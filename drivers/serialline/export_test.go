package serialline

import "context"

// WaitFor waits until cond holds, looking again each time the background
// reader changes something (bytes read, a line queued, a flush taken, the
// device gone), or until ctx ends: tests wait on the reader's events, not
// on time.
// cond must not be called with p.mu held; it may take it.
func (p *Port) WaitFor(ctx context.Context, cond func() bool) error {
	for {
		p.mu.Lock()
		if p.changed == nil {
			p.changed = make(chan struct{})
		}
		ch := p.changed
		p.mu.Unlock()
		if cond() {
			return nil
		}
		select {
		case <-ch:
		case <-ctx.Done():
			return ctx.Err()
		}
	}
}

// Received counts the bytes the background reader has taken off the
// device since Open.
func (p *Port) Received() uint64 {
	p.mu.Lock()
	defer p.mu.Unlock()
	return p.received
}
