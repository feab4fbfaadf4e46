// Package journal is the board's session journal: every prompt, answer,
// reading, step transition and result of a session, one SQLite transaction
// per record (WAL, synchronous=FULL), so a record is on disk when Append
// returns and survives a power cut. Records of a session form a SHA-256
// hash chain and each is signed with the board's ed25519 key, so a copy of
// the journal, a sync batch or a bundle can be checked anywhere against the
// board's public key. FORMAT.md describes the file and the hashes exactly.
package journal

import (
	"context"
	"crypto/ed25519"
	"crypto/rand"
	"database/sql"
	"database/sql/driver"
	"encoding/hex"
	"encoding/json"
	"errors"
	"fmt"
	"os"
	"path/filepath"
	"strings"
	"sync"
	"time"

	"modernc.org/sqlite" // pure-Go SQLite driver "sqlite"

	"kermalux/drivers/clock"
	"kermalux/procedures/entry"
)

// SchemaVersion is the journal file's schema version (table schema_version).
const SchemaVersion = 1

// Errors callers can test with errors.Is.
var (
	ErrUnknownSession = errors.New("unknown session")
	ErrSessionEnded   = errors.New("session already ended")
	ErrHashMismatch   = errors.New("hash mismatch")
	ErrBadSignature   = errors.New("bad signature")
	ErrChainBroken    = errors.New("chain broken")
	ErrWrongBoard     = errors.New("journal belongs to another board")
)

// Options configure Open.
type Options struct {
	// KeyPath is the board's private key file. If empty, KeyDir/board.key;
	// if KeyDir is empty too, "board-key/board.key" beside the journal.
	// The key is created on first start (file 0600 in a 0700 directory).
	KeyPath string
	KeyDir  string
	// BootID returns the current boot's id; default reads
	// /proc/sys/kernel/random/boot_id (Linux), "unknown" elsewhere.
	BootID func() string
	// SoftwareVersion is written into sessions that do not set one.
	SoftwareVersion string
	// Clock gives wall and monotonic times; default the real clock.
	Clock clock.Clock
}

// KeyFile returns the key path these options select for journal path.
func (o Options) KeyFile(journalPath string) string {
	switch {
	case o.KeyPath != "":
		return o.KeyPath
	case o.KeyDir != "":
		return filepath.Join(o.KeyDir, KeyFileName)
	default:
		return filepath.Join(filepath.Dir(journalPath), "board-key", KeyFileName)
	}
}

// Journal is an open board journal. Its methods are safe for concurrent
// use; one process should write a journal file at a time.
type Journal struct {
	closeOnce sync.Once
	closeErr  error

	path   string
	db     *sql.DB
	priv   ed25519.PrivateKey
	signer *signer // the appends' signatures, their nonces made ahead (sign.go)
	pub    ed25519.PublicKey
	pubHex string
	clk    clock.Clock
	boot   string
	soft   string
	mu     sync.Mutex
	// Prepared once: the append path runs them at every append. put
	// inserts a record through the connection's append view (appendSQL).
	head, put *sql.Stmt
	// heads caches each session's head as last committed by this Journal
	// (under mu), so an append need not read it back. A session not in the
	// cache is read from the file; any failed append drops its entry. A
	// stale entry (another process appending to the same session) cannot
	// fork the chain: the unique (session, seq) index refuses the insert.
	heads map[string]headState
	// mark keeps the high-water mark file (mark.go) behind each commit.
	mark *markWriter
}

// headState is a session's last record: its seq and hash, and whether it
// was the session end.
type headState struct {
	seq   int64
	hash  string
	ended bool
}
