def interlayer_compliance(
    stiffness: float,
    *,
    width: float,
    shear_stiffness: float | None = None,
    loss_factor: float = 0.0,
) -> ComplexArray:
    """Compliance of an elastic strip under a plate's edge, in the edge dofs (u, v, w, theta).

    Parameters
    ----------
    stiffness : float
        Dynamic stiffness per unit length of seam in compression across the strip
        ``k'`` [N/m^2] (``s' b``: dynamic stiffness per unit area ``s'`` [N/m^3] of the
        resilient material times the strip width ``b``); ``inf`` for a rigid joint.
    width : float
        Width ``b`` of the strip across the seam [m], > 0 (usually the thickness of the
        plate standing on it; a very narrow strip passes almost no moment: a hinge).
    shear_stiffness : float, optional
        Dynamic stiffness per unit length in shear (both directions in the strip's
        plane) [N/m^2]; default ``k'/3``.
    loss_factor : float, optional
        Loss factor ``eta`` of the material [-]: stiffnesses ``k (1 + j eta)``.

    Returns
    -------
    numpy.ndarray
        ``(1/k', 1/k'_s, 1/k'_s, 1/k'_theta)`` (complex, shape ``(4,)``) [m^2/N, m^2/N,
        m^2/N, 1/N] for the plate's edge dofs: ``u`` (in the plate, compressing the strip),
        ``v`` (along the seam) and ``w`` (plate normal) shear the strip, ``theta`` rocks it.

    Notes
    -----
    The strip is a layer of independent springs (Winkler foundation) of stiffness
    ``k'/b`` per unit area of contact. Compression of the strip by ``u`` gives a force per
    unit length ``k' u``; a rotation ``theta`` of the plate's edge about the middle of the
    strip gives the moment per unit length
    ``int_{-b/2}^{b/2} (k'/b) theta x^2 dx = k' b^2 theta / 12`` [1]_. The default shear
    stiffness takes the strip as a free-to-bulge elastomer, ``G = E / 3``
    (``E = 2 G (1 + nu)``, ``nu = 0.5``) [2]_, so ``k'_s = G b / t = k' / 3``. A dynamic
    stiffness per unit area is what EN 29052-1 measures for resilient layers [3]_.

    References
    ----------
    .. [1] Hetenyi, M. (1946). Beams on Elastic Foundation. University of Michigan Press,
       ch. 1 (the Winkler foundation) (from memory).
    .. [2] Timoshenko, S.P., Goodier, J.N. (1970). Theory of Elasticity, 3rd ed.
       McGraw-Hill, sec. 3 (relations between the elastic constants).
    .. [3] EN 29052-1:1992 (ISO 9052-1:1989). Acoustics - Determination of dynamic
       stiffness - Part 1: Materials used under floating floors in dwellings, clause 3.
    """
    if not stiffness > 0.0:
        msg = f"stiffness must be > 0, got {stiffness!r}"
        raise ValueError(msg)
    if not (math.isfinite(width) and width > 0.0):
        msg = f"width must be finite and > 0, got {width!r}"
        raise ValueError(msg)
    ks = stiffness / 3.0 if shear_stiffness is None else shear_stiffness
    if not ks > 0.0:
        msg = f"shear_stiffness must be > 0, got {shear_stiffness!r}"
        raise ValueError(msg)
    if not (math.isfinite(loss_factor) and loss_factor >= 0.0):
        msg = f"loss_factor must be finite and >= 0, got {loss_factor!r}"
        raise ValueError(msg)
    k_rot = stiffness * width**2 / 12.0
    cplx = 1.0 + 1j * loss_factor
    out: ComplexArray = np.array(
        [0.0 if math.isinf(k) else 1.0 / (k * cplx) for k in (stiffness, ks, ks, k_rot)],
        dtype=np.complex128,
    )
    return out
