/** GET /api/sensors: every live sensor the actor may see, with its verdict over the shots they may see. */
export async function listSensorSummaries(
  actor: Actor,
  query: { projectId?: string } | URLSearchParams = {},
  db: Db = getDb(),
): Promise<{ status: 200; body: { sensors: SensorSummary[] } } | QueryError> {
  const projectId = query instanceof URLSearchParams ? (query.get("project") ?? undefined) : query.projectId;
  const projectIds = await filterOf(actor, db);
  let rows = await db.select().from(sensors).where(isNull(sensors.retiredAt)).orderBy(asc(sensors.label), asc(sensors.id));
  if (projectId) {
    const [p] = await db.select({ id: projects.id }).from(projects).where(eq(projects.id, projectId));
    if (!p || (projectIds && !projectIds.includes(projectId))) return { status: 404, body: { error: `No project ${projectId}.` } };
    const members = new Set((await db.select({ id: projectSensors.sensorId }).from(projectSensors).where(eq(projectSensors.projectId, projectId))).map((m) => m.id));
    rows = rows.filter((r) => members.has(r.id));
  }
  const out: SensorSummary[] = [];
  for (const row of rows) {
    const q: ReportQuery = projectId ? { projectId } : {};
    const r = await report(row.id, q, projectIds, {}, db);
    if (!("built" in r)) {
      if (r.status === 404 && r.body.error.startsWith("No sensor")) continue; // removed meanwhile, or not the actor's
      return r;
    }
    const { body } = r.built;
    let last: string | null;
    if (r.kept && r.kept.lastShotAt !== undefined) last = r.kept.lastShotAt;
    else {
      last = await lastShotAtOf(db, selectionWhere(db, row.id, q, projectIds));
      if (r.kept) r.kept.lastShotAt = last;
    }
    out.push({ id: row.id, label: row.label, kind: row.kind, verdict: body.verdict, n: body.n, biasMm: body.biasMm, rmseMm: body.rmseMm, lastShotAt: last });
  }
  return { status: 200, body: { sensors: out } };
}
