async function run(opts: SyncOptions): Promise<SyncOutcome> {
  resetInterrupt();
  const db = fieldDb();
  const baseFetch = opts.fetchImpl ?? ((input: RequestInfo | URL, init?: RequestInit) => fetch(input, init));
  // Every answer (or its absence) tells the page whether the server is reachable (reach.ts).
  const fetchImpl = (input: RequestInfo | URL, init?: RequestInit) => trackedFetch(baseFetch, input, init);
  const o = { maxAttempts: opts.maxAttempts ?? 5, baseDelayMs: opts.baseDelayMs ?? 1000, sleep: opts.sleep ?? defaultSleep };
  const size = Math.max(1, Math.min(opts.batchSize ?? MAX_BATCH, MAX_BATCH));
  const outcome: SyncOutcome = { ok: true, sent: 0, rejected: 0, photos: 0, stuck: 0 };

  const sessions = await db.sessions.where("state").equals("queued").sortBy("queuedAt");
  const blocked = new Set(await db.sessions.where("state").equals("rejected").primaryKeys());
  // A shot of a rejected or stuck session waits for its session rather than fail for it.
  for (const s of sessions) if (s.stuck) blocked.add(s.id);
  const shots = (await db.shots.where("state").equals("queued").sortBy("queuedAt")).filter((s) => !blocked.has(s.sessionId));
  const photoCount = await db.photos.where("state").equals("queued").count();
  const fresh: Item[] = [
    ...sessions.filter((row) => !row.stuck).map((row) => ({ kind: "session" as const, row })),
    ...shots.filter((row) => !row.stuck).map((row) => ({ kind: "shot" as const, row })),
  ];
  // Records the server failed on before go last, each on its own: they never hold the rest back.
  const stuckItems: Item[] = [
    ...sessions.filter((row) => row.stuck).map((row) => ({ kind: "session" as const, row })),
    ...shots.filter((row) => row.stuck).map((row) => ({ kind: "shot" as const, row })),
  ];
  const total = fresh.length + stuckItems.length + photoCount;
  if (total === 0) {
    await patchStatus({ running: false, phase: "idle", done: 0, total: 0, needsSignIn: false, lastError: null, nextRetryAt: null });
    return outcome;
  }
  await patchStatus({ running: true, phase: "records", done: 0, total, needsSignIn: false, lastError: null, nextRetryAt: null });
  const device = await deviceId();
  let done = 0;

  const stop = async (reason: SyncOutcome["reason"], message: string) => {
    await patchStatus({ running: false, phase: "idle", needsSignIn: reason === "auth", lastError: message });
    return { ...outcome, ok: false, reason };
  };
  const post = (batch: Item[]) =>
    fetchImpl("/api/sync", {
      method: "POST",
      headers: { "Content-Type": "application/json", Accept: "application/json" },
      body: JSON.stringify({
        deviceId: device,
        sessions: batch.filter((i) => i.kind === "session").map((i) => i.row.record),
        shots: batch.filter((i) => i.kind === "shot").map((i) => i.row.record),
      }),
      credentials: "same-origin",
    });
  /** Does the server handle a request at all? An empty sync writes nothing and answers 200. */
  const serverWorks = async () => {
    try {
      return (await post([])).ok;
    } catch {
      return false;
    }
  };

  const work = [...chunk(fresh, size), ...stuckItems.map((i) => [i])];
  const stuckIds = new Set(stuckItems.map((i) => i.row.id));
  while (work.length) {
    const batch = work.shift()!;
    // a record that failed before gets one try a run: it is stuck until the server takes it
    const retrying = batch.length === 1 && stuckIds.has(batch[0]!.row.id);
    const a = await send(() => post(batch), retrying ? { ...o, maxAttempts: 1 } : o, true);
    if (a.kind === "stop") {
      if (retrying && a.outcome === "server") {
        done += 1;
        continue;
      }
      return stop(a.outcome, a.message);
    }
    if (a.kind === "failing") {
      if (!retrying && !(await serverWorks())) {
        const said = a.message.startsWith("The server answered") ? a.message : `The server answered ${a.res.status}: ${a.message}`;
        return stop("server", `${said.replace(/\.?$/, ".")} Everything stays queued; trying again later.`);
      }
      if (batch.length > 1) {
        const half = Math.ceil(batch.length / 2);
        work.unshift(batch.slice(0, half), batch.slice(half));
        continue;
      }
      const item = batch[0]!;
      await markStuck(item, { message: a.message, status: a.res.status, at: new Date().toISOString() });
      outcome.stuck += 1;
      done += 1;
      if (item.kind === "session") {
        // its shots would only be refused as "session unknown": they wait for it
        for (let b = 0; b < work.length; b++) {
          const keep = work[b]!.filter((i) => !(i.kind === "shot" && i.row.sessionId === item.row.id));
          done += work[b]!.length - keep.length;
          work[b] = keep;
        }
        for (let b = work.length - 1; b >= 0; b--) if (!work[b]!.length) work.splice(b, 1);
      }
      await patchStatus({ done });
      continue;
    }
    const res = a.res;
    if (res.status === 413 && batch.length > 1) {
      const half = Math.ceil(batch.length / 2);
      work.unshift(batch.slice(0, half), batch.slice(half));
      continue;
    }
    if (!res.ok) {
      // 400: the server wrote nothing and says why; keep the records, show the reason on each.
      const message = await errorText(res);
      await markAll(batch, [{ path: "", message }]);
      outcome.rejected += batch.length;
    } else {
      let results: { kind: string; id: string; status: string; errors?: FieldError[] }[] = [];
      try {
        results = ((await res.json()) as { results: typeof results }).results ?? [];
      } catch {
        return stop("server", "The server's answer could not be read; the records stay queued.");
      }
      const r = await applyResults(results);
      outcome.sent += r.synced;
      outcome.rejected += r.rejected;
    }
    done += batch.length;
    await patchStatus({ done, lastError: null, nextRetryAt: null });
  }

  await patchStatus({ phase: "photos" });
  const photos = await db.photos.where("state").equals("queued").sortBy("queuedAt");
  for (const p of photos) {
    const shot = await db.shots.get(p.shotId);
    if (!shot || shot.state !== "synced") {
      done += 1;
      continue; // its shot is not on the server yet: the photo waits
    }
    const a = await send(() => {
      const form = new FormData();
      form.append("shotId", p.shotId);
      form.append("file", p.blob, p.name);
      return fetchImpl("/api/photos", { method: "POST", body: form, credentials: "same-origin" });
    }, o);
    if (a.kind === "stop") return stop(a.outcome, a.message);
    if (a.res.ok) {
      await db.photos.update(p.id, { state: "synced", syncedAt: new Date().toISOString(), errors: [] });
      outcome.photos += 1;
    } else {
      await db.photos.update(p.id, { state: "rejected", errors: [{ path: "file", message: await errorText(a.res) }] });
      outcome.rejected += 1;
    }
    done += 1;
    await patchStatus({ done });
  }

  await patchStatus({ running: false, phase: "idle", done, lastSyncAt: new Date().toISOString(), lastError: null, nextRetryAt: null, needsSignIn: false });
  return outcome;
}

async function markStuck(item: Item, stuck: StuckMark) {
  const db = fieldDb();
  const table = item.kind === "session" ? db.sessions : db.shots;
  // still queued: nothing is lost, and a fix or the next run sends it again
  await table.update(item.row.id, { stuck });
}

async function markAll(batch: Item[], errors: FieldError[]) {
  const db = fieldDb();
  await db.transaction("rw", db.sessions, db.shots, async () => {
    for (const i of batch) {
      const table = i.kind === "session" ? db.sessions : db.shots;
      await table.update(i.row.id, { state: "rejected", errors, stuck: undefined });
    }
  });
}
· · · ·
**Task requirements**. From the listing above, output exactly the run of lines that starts with the line containing "shear_stiffness : float, optional" and ends with the line containing "numpy.ndarray".

**Response**.
    shear_stiffness : float, optional
        Dynamic stiffness per unit length in shear (both directions in the strip's
        plane) [N/m^2]; default ``k'/3``.
    loss_factor : float, optional
        Loss factor ``eta`` of the material [-]: stiffnesses ``k (1 + j eta)``.

    Returns
    -------
    numpy.ndarray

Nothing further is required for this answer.